Service Description

WikiPathways is a community-driven molecular pathway database, supporting wide-spread topics and supported by many databases and integrative resources. It contains semantic annotations in its pathways for genes, proteins, metabolites, and interactions using a variety of reference databases, and WikiPathways is used to analyze and integrate experimental omics datasets (Slenter et al., 2017). Furthermore, human pathways from Reactome (Fabregat et al., 2018), another molecular pathway database, are integrated with WikiPathways and are therefore part of the WikiPathways RDF (Waagmeester et al., 2016). On the OpenRiskNet e-infrastructure, the WikiPathways RDF, which includes the Reactome pathways, is exposed via a Virtuoso SPARQL endpoint (although there is currently another instance than the previous OpenRiskNet instance).

Implementation

The first section is to find all molecular pathways in WikiPathways that contain the genes of interest, by matching the results of a SPARQL query to the list of genes found with the AOP-DB RDF. The SPARQL query extracts all Entrez gene IDs from all pathways in WikiPathways. When overlap between those lists are found, the pathway ID is stored in a dataframe along with its title, and organism.

The next section is for extracting all pathways for the species of interest, along with all genes present. These are used later for pathway analysis with the data extracted from TG-GATES through the EdelweissData explorer.
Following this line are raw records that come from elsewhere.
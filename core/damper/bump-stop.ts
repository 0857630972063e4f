import { cubicHermiteAt, cubicHermiteThroughOrigin, type CubicHermite } from '../numeric/cubic-hermite';

/** One point of a progressive bump stop: its own compression (m) and force (N), magnitudes. */
export type BumpStopPoint = { compression: number; force: number };

/**
 * Bump stop at the damper (DESIGN.md: both at the damper): the free gap from static ride height
 * to contact (m), then a linear rate (N/m), or a tabulated force–compression curve of the stop
 * itself, joined through (0, 0) by a monotone cubic (PCHIP, see cubic-hermite.ts) and continued
 * linearly with its end slope past its last point.
 */
export type BumpStop = { gap: number; rate: number } | { gap: number; curve: readonly BumpStopPoint[] };

/**
 * The droop (rebound) limit at the damper: shaft extension available from static ride height
 * to top-out (m), and the rate of the top-out stop (N/m) beyond it.
 */
export type ReboundLimit = { travel: number; rate: number };

/**
 * Top-out rate used when a file gives the rebound travel only (N/m): 1000 N/mm, a stiff
 * elastomer. It makes the limit firm without a rigid impact, which no quarter car of point
 * masses can represent honestly; a measured top-out rate should replace it.
 */
export const REBOUND_LIMIT_DEFAULT_RATE = 1e6;

/** The monotone cubic through (0, 0) and a bump stop's curve points (see cubic-hermite.ts). */
export function bumpStopInterpolant(curve: readonly BumpStopPoint[]): CubicHermite {
  return cubicHermiteThroughOrigin(
    curve,
    (p) => p.compression,
    (p) => p.force,
  );
}

/**
 * Force of the bump stop itself (N, pushing the damper out) at its own compression `squeeze`
 * (m past contact): rate·squeeze, or the tabulated curve; zero when not in contact.
 */
export function bumpStopForceAt(b: BumpStop, squeeze: number): number {
  if (!(squeeze > 0)) return 0;
  return 'rate' in b ? b.rate * squeeze : cubicHermiteAt(bumpStopInterpolant(b.curve), squeeze);
}

/**
 * Bump-stop force (N) at damper compression `damperCompression` from static (m): zero until
 * the gap closes, then bumpStopForceAt(compression − gap).
 */
export function bumpStopForce(b: BumpStop, damperCompression: number): number {
  return bumpStopForceAt(b, damperCompression - b.gap);
}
# Entrez IDs of the genes received from AOP-DB.
genes
## [1] "5465"   "403654" "19013"  "25747"
# Creating an empty data frame to store the results.
WPwithGenes <- data.frame(Pathway_ID = character(), Pathway_title = character(),
                          organism = character(), Gene_ID = character(),
                          stringsAsFactors = FALSE)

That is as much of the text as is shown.